Un poco meditado discurso de Truman. Truman habla
La Si 19/06/48 p. 3

 Es general la baja calidad de los discursos políticos en la historia de la elocuencia. Desde las arengas sobre La  Corona de Demóstenes, que hay que haber leído y no solo de enterarse de su crítica, hasta los de Cicerón, sobre los cuales se está ya formando una atmósfera nueva; desde los discursos de Castelar, bellas pompas de jabón, endebles y vacías, hasta las engañosas palabras de Churchill, sin punto de apoyo ni en una técnica ni en unos cimientos morales, uno se ha formado una pobre opinión, no solo de los discursantes políticos, sino también de los oyentes, conmovidos por arengas más que vacías.  
 Sin embargo hay maneras y maneras. Y aún hay clase, camarada, como decía el sargento del cuento.
 Esto es lo que piensa uno que lee el discurso último de Mr. Truman. Al tomarle el peso, uno se afirma en que todo es relativo en el mundo. Y no puede menos de afirmar que una vaciedad tal de declaraciones es difícil leerlas ni aún en la decadencia política de otras épocas.
 No es posible pasar por todos los párrafos de este discurso, en el cual hay tantos puntos que criticar como párrafos. Solo nos interesa ahora ver o bien la subversión cerebral del orador, o bien la falta de sentido común creyendo que los oyentes o lectores todos están faltos de sentido común.
 Habla él, por ejemplo, de la acción rusa. Y pide que, para demostrar su buena fe, abandone en Grecia la defensa de los comunistas, y abandone también Corea.
 En Grecia no hay tropas rusas, sino norteamericanas, y el dinero militar es norteamericano, y los Estados Mayores, que tantos crímenes avaloran allá, son norteamericanos. Hasta los países más insensibles han protestado de las matanzas antijurídicas que está realizando aquel gobierno Quisling, es decir, los norteamericanos que son base de los tribunales militares y de aquellos problemas. Y en este caso insistir en que los rusos abandonen Grecia, o un sector griego, es cosa de reírse, si no fuese de llorarse.   

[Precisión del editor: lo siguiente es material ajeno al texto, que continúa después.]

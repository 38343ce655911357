"""How well two cuts tell the whole pattern: the table of docs/models.md.

    python tests/benchmarks/pattern_interpolation.py [--front-only]

Patterns that are known in every direction are cut through their peak, put together again from the
cuts by each interpolation, and compared over the sphere. ``--front-only`` withholds the vertical
cut's half behind the antenna.
"""

import argparse
from dataclasses import astuple

import numpy as np
from known_patterns import cuts_of, known_patterns, misfit

from planner.antenna.interpolation import INTERPOLATIONS


def main() -> None:
    parser = argparse.ArgumentParser(description=__doc__)
    parser.add_argument("--front-only", action="store_true")
    rear_half = not parser.parse_args().front_only
    columns = " | ".join(f"{way}" for way in INTERPOLATIONS)
    print(f"| pattern | widths | {columns} |")
    print("|---|---|" + "---|" * len(INTERPOLATIONS))
    every = []
    for name, gains in known_patterns():
        row, found = [], []
        for way in INTERPOLATIONS:
            pattern, peak_db = cuts_of(gains, way, rear_half=rear_half)
            found.append(astuple(misfit(pattern, gains, peak_db)))
            row.append(_cell(found[-1]))
        every.append(found)
        widths = f"{pattern.azimuth_beamwidth_deg:.0f} × {pattern.elevation_beamwidth_deg:.0f}"
        print(f"| {name} | {widths} | {' | '.join(row)} |")
    figures = np.array(every)
    rms, worst = np.sqrt((figures**2).mean(axis=0)), np.abs(figures).max(axis=0)
    together = [(mean[0], top[1], mean[2], top[3], mean[4]) for mean, top in zip(rms, worst)]
    print(f"| **all** | | {' | '.join(_cell(figures) for figures in together)} |")


def _cell(figures: tuple[float, ...]) -> str:
    near_rms, near_worst, wide_rms, wide_worst, power = figures
    return f"{near_rms:.2f} / {near_worst:.1f}; {wide_rms:.1f} / {wide_worst:.0f}; {power:+.2f}"


if __name__ == "__main__":
    main()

 Corea. Asia a la vista. Perdida la ilusión de que América se preste a ser colonia del nuevo imperio norteamericano, China, el Japón y su intermedia Corea han pasado a ser objeto del ansia norteamericana ¿Por qué no abandonan Corea los rusos, dejándola entera en nuestras manos?¿Hay una actividad más abusiva, más dictatorial, más tiránica que la del general norteamericano en el Japón, vecino de Corea? Cuando los que han de irse son, entre otros, los norteamericanos, viene Mr. Truman y pide en serio que se vayan los rusos, dejando el campo libre al imperialismo norteamericano.
 Parece imposible que uno diga tales tonterías, y que las diga a los cuatro vientos, como si dijese algo lógico que vale la pena de ser oído. Aceptamos que el discurso no iba a decir verdades, sino a acoplar votantes. Pero en todo hay un límite, o, al menos, debe haberlo.

Bibliografía
Milhollen, Hirst y Kaplan, Milton: Presidents on Parade. Nueva York
La SI 19/06/48 p. 3

 Los autores citados anuncian una obra que, según el prospecto, será otro Santoral laico enalteciendo sin medida a los Presidentes norteamericanos.

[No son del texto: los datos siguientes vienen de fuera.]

"""Path fields kept on disk, one file each, so that no path is computed twice.

A file ``<key>.pathfield`` holds, one after the other:

- a line of text: what this is, the version of this layout, how long the header is and its CRC-32;
- the header, JSON: the key, the field's plain values, and for each array its data type, its shape,
  its CRC-32 and where it starts, counted from the end of the header; padded with spaces;
- the arrays, little-endian, rows from the north, each starting at a multiple of 64 bytes.

A file is written beside its target, brought to the disk and renamed, so that a process that is
killed leaves the whole field or none, and several processes may use one folder. A loaded field is a
read-only map of its file: only what is looked at is in memory, and that can be given back.
"""

import json
import mmap
import os
import re
import time
import zlib
from contextlib import suppress
from dataclasses import fields, is_dataclass
from math import prod
from pathlib import Path
from typing import Any, BinaryIO, get_type_hints

import numpy as np
from numpy.typing import NDArray

from planner.errors import OutputError
from planner.io.atomic import beside, replaced
from planner.sweep import PathField

ENDING = ".pathfield"
BOUND_BYTES = 5_000_000_000  # beyond it, fields that a run has not used are removed after it
_FORMAT = 1
_LINE = "ptmp-planner path field, format {:d}, header of {:08d} bytes, crc32 {:08x}\n"
_LINE_BYTES = len(_LINE.format(_FORMAT, 0, 0))
_LINE_PATTERN = re.compile(
    rb"ptmp-planner path field, format (\d+), header of (\d{8}) bytes, crc32 ([0-9a-f]{8})\n"
)
_ALIGNMENT = 64
_NAME_PATTERN = re.compile(rf"[0-9a-f]{{32,}}{re.escape(ENDING)}")
_LEFTOVER_PATTERN = re.compile(rf"\.[0-9a-f]{{32,}}\.[0-9a-f]{{8}}\.part{re.escape(ENDING)}")
_LEFTOVER_AGE_S = 3600.0  # no field takes this long to write: who began it is dead


class PathStore:
    """A folder of path fields by key. ``warnings`` collects what the run should tell."""

    def __init__(self, folder: Path) -> None:
        self.folder = Path(folder)
        self.warnings: list[str] = []
        self._used: set[str] = set()

    def path(self, key: str) -> Path:
        """The file of a key, whether it is there or not."""
        return self.folder / f"{key}{ENDING}"

    def load(self, key: str) -> PathField | None:
        """The field of a key with its arrays mapped read-only; None if there is none to be trusted.

        A file that is cut short, damaged, or not what its name says counts as absent, with a
        warning. Every array is checked against its checksum.
        """
        path = self.path(key)
        try:
            with path.open("rb") as file:
                field = _mapped_field(file, key)
        except FileNotFoundError:
            return None
        except (OSError, _UnusableError) as error:
            reason = error.strerror if isinstance(error, OSError) else error
            self.warnings.append(f"the kept path field {path} is not used: {reason}")
            return None
        except (KeyError, TypeError, ValueError):
            self.warnings.append(
                f"the kept path field {path} is not used: its header lacks what belongs there"
            )
            return None
        with suppress(OSError):  # the fields longest unused go first; a folder may be read-only
            os.utime(path)
        self._used.add(path.name)
        return field

    def make_ready(self) -> None:
        """Make the folder and see that it can be written, before anything is computed for it.

        Raises OutputError that names the folder.
        """
        probe = beside(self.path("0" * 64))
        try:
            self.folder.mkdir(parents=True, exist_ok=True)
            probe.touch()
            probe.unlink()
        except OSError as error:
            raise OutputError(
                f"{self.folder}: path fields cannot be kept in this folder: "
                f"{error.strerror or error}. Let it be written, or choose another output folder"
            ) from error
        self._remove_leftovers()

    def save(self, key: str, field: PathField) -> None:
        """Keep a field; what stood under its key is replaced. Raises OutputError."""
        plain, arrays = _parts(field)
        described, position = {}, 0
        for name, array in arrays.items():
            described[name] = {
                "dtype": array.dtype.str,
                "shape": list(array.shape),
                "start": position,
                "crc32": zlib.crc32(array.data.cast("B")),
            }
            position += _aligned(array.nbytes)
        header = {"key": key, "data_bytes": position, "values": plain, "arrays": described}
        text = json.dumps(header).encode()
        text = text.ljust(_aligned(_LINE_BYTES + len(text) + 1) - _LINE_BYTES - 1) + b"\n"
        with replaced(self.path(key)) as target, target.open("xb") as file:
            file.write(_LINE.format(_FORMAT, len(text), zlib.crc32(text)).encode())
            file.write(text)
            for array in arrays.values():
                file.write(array.data.cast("B"))
                file.write(bytes(_aligned(array.nbytes) - array.nbytes))
            file.flush()
            os.fsync(file.fileno())
        self._used.add(self.path(key).name)

    def prune(self, bound_bytes: int = BOUND_BYTES) -> None:
        """Remove the fields that were longest unused until all take no more than the bound.

        Those that this object has loaded or saved stay. Only files of the store are touched.
        """
        self._remove_leftovers()
        total, unused = 0, []
        for path, status in self._files(_NAME_PATTERN):
            total += status.st_size
            if path.name not in self._used:
                unused.append((status.st_mtime_ns, path, status.st_size))
        for _, path, size in sorted(unused):
            if total <= bound_bytes:
                return
            with suppress(OSError):  # another process may have removed it
                path.unlink()
            total -= size

    def _remove_leftovers(self) -> None:
        """Remove what a killed process had begun to write."""
        for path, status in self._files(_LEFTOVER_PATTERN):
            if time.time() - status.st_mtime > _LEFTOVER_AGE_S:
                with suppress(OSError):
                    path.unlink()

    def _files(self, pattern: re.Pattern[str]) -> list[tuple[Path, os.stat_result]]:
        found = []
        with suppress(OSError):
            for path in self.folder.iterdir():
                if pattern.fullmatch(path.name):
                    with suppress(OSError):  # gone since it was listed
                        found.append((path, path.stat()))
        return found


def release_pages(field: PathField) -> None:
    """Give back the memory that a loaded field takes; what is looked at again is read again.

    Does nothing to a field that was not loaded, and nothing where the system offers no way.
    """
    for array in _parts(field)[1].values():
        base: Any = array
        while isinstance(base, np.ndarray):
            base = base.base
        if isinstance(base, memoryview):
            base = base.obj
        if isinstance(base, mmap.mmap):
            _release(base)
            return


class _UnusableError(Exception):
    """Why a file is not taken for a path field."""


def _aligned(count: int) -> int:
    return -(-count // _ALIGNMENT) * _ALIGNMENT


def _parts(field: PathField) -> tuple[dict[str, Any], dict[str, NDArray[Any]]]:
    """The plain values of a field, ready for JSON, and its arrays, contiguous and little-endian."""
    plain: dict[str, Any] = {}
    arrays: dict[str, NDArray[Any]] = {}
    for item in fields(field):
        value = getattr(field, item.name)
        if isinstance(value, np.ndarray):
            arrays[item.name] = np.ascontiguousarray(value, value.dtype.newbyteorder("<"))
        elif is_dataclass(value):
            plain[item.name] = {part.name: getattr(value, part.name) for part in fields(value)}
        else:
            plain[item.name] = value
    return plain, arrays


def _mapped_field(file: BinaryIO, key: str) -> PathField:
    """The field in an open file; _UnusableError if it is not whole or is another's."""
    line = _LINE_PATTERN.fullmatch(file.read(_LINE_BYTES))
    if line is None or int(line[1]) != _FORMAT:
        raise _UnusableError("it is no path field in the format of this version")
    text = file.read(int(line[2]))
    if len(text) != int(line[2]) or zlib.crc32(text) != int(line[3], 16):
        raise _UnusableError("its header is damaged")
    header = json.loads(text)
    if header["key"] != key:
        raise _UnusableError("it holds another field than its name says")
    data_start = _LINE_BYTES + len(text)
    expected, found = data_start + header["data_bytes"], os.fstat(file.fileno()).st_size
    if expected != found:
        raise _UnusableError(f"it has {found} bytes instead of {expected}")
    names = {item.name for item in fields(PathField)}
    if names != header["values"].keys() | header["arrays"].keys():
        raise _UnusableError("it holds other quantities than those of this version")
    values = dict(header["values"])
    for name, kind in get_type_hints(PathField).items():
        if is_dataclass(kind) and isinstance(kind, type):
            values[name] = kind(**values[name])
    mapped = mmap.mmap(file.fileno(), 0, access=mmap.ACCESS_READ)
    for name, described in header["arrays"].items():
        dtype, shape = np.dtype(described["dtype"]), tuple(described["shape"])
        array = np.frombuffer(mapped, dtype, prod(shape), data_start + described["start"])
        if zlib.crc32(array.data.cast("B")) != described["crc32"]:
            raise _UnusableError(f"its {name} is damaged")
        values[name] = array.reshape(shape)
    _release(mapped)  # the check has looked at all of it
    return PathField(**values)


def _release(mapped: mmap.mmap) -> None:
    if hasattr(mapped, "madvise") and hasattr(mmap, "MADV_DONTNEED"):
        mapped.madvise(mmap.MADV_DONTNEED)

 Ha pasado ya la hora en que cuatro crédulos de Hispano América creían en la infalibilidad de esos señores, que han resultado en la práctica politicastros como los de nuestros países. Una crítica imparcial los reduce ahora a una categoría a veces inferior a la de los nuestros. El otro día hacíamos un juicio sobre la obra de Parrington (a), que ha abierto una historia decente sobre sus políticos, y que no respeta las fábulas y los mitos de que gente fanática ha rodeado figuras como las de Washington, Lincoln, Wilson o Roosevelt.
 Aquí hemos abierto ya los ojos, y estamos ya midiendo a los Presidentes norteamericanos con el mismo rasero con que medimos a los nuestros. La adoración incondicional  y de tipo mesiánico ha acabado ya.